### TASK DESCRIPTION
Where a line below holds the string "append", copy that line.

### ENTRIES SUPPLIED
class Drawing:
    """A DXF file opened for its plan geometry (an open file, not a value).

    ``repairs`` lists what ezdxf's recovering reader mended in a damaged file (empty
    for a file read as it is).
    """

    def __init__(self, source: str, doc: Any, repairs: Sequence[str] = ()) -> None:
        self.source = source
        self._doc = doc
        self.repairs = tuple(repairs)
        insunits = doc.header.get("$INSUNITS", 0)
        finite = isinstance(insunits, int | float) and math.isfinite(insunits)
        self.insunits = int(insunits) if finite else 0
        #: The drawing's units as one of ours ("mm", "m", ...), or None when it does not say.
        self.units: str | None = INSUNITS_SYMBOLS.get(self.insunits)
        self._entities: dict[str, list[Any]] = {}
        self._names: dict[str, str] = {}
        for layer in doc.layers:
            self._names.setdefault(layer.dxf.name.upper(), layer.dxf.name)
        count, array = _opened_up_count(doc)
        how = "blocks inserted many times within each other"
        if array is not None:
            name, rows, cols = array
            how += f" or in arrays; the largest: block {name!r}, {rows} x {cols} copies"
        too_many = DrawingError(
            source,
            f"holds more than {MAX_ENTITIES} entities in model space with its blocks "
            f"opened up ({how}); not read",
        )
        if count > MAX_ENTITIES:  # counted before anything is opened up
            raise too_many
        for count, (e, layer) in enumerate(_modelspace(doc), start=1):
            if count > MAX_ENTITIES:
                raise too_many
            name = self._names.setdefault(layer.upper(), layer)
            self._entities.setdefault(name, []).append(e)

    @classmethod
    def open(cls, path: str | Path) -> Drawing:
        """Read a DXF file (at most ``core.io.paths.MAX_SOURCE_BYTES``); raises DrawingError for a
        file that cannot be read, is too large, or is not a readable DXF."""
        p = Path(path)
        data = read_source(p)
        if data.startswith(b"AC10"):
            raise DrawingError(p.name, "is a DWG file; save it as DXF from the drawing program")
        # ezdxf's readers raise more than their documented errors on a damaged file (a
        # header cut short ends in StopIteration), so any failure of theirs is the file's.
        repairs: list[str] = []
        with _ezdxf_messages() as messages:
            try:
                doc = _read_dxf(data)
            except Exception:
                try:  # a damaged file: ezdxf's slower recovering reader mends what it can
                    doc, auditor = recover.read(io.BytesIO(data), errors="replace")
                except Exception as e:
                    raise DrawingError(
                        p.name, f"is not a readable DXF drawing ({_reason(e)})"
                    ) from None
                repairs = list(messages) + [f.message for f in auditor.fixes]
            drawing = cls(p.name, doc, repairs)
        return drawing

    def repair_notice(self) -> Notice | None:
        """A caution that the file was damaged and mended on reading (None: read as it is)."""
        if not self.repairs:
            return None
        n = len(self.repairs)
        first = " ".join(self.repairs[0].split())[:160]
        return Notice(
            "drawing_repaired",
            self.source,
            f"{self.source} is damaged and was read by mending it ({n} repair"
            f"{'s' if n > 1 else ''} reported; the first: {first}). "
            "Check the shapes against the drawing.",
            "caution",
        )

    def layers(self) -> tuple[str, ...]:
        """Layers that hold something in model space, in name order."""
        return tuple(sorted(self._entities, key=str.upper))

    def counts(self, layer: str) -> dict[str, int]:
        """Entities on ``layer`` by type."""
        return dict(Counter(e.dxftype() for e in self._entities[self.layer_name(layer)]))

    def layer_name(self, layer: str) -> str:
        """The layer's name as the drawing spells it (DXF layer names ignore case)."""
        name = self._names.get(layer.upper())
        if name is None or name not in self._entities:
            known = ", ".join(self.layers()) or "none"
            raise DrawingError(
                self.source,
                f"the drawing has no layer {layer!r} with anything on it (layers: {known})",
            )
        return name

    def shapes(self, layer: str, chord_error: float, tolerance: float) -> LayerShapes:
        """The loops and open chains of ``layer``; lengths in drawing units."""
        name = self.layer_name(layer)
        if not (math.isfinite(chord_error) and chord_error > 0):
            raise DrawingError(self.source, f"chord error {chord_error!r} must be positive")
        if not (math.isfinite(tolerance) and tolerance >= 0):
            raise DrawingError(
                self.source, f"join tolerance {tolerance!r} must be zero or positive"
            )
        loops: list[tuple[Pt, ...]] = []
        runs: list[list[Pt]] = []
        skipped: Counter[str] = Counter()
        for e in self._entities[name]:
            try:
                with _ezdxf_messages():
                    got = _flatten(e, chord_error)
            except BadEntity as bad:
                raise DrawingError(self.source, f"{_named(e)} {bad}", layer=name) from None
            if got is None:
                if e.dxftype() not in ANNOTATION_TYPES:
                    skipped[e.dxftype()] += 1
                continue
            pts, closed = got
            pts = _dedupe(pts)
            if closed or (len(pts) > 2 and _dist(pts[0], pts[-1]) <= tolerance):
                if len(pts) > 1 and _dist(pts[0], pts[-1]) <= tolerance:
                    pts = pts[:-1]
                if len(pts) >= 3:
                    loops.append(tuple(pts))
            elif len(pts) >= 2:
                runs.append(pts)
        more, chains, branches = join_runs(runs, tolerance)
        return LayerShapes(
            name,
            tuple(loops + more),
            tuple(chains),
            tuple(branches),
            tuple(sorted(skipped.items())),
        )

### EXERCISE RESPONSE
            self._entities.setdefault(name, []).append(e)
                    loops.append(tuple(pts))
                runs.append(pts)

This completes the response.